Modern offshore cruisers tend to use higher tech materials and structural design. Some robustness and redundancy may be given up, but often the better of these newer designs have greater strength despite their lighter weight. These newer designs often take advantage of sophisticated framing systems and purposefully selected alloys or laminates. They often benefit from careful engineering intended to improve impact resistance and longevity.

Whether traditional or modern, offshore cruisers need to be able to handle the cyclical loadings that insidiously wear out a boat over long passages. Larger margins of safety are required. In offshore cruising boats more than the other types, a little weight added, can often breed a whole lot more weight. A little added weight has a way of ricocheting through the whole design cycle. A little weight added means that perhaps the sail area needs to be increased. The increased sail area means a little more ballast. The added ballast perhaps means larger keel bolts and more robust transverse frames. This additional weight and sail area means higher stress on the rigging and so perhaps heavier rigging and attachment points get added, and that means perhaps a decrease in stability or perhaps a bit more ballast. The added weight means more drag and so fuel consumption increases and perhaps so does the size of the fuel tanks. And with all that added weight the designer is then faced with an under-canvassed design or else adding a sail area and risking going though another round of weight addition. Which is why, when all is said and done, traditional offshore cruising boats tend to be so much heavier than race boats, coastal cruisers or even more modern offshore designs.

Coastal cruisers generally benefit from better performance than offshore boats and do not have as stringent a requirement for a robust structure as and offshore boat. As a result coastal cruisers greatly benefit from lighter construction using modern materials and methods. Redundancy and self-sufficiency is less of a requirement. Fully lined interiors and other conveniences are the norm on cruisers. Even quality coastal cruisers use molded force grids or pans that are glued in rather than laid up in place. Framing is often wider spaced and less robust. Hull panels are often cored and thinner than on an offshore boat. Rarely do they receive the careful workmanship that is required for a quality race boat, or the high safety factors ideally applied to a dedicated offshore cruiser. Then again they don't need either as their use and abuse is generally much less harsh then encountered in the life cycles of either racing or offshore cruising boats.

-Accommodations:
On a coastal cruiser there should be good wide berths, with enough sea berths for at least half of the crew for that night run back to make it to work the next day. An offshore cruiser is often handled by a smaller crew and so fewer berths and fewer sea berths are necessary. The berths on an offshore boat should be narrower and have leeboards or lee cloths. On both I am looking for a well-equipped galley but the galley needs to be larger on a coastal cruiser so that there is adequate space to prepare meals for the typically larger crew or a raft-up. Refrigeration is less important on a coastal cruiser, where ice is typically readily available at the next port of call, although the case can be made for no refrigeration or icebox if you are going offshore.

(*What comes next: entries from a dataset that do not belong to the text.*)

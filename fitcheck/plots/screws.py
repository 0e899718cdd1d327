"""Joint diagram of a screw joint: force against elongation of the screw and of the clamped parts."""

from __future__ import annotations

from matplotlib.figure import Figure


def plot_joint_diagram(result, ax=None) -> Figure:
    """Draw the joint (force–elongation) diagram of a :class:`~fitcheck.screws.ScrewJointResult`.

    The screw line rises with stiffness 1/δS to the smallest preload in service
    F_V = F_M,zul/αA − F_Z − (thermal loss); the clamped parts' line falls from there with 1/δP. The operating
    load F_A is shared: the screw takes Φ·F_A, the clamped parts are relieved by (1 − Φ)·F_A, and
    F_KR is the residual clamp load (VDI 2230-1:2015, Section 3.1, joint diagram).

    Parameters
    ----------
    result : ScrewJointResult
    ax : matplotlib.axes.Axes, optional

    Returns
    -------
    matplotlib.figure.Figure
    """
    if ax is None:
        fig = Figure(figsize=(6.4, 4.2))
        ax = fig.add_subplot(111)
    else:
        fig = ax.figure
    r = result
    dS, dP = r.delta_S, r.delta_P
    th_loss = max(0.0, -r.dF_th_cold, -r.dF_th_warm)
    FV = max(r.F_M_zul / r.alpha_A - r.F_Z - th_loss, 0.0)
    fS = FV * dS * 1000.0   # µm
    fP = FV * dP * 1000.0
    ax.plot([0, fS], [0, FV / 1000], color="tab:blue", lw=2, label="screw (1/δS)")
    ax.plot([fS, fS + fP], [FV / 1000, 0], color="tab:orange", lw=2, label="clamped parts (1/δP)")
    # operating state: the screw takes Φ·FA, the clamped parts are relieved by (1 − Φ)·FA
    FA = r.F_A
    if FA > 0:
        dF_S = r.load_factor * FA
        df = dF_S * dS * 1000.0
        FS = FV + dF_S
        FKR = FV - (1.0 - r.load_factor) * FA
        ax.plot([fS, fS + df], [FV / 1000, FS / 1000], color="tab:blue", lw=1, ls="--")
        ax.vlines(fS + df, FKR / 1000, FS / 1000, color="tab:red", lw=2, label=f"FA = {FA / 1000:.2f} kN")
        ax.hlines(FKR / 1000, fS, fS + df, color="tab:green", lw=1, ls=":")
        ax.annotate(f"FKR = {FKR / 1000:.2f} kN", (fS + df, FKR / 1000), textcoords="offset points",
                    xytext=(6, -12), fontsize=8, color="tab:green")
    ax.axhline(r.F_M_zul / 1000, color="grey", lw=0.8, ls="--")
    ax.annotate(f"FM,zul = {r.F_M_zul / 1000:.2f} kN", (0, r.F_M_zul / 1000), textcoords="offset points",
                xytext=(2, 3), fontsize=8, color="grey")
    ax.annotate(f"FV,min = {FV / 1000:.2f} kN", (fS, FV / 1000), textcoords="offset points",
                xytext=(-70, 4), fontsize=8)
    ax.set_xlabel("elongation / compression [µm]")
    ax.set_ylabel("force [kN]")
    ax.set_title(f"Joint diagram: {r.name} ({r.thread} {r.property_class}), Φ = {r.load_factor:.3f}")
    ax.set_xlim(left=0)
    ax.set_ylim(bottom=0, top=max(r.F_M_zul, FV + r.load_factor * FA) / 1000 * 1.15)
    ax.legend(fontsize=8, loc="upper right")
    ax.grid(True, alpha=0.3)
    return fig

There are often a mix of major design and more subtle details that distinguish a suitable offshore interior. On offshore boats, hand holds and footholds become critical to the safety of the crew. Cabin soles will often have some form of non-skid. The wide open spaces of a modern coastal cruiser, becomes a dangerous launch pad in heavy conditions. Ideally boats intended for offshore use have smaller passage ways, and compartments, with the saved volumes used for additional storage space. The edges of furnishings need to rounded or padded to prevent injuries. Crash bars need to present in the galley and so on.

-Cockpit:
A comfortable cockpit for lounging is very important on a coastal cruiser. It should be larger than an offshore boat to accommodate a larger number of people which is OK since pooping is less likely to occur doing coastal work. But offshore boats need to be able to be pooped or otherwise flooded and then drain quickly. This is often accommodated with some mix of a smaller cockpit volume, larger cockpit drains, or open transom panels (oft times with flaps).

-Deck hardware:
While gear for offshore boats needs to be simple and very robust, coastal cruisers need to be able to quickly adapt to changing conditions. Greater purchase, lower friction hardware, easy to reach cockpit-lead control lines, all make for quicker and easier adjustments to the changes in wind speed and angle that occur with greater frequency. There is a big difference in the gear needed when 'we'll tack tomorrow or the next day' vs. auto-tacking or short tacking up a creek.

-Displacement: 
Offshore boats need to be heavier. They carry more stuff, period. The traditional rule of thumb was that an offshore boat needs to weigh somewhere between 2 1/2 and 5 long tons per person. A coastal cruiser can get by with less weight per crew person but they are generally cruised by a larger crew.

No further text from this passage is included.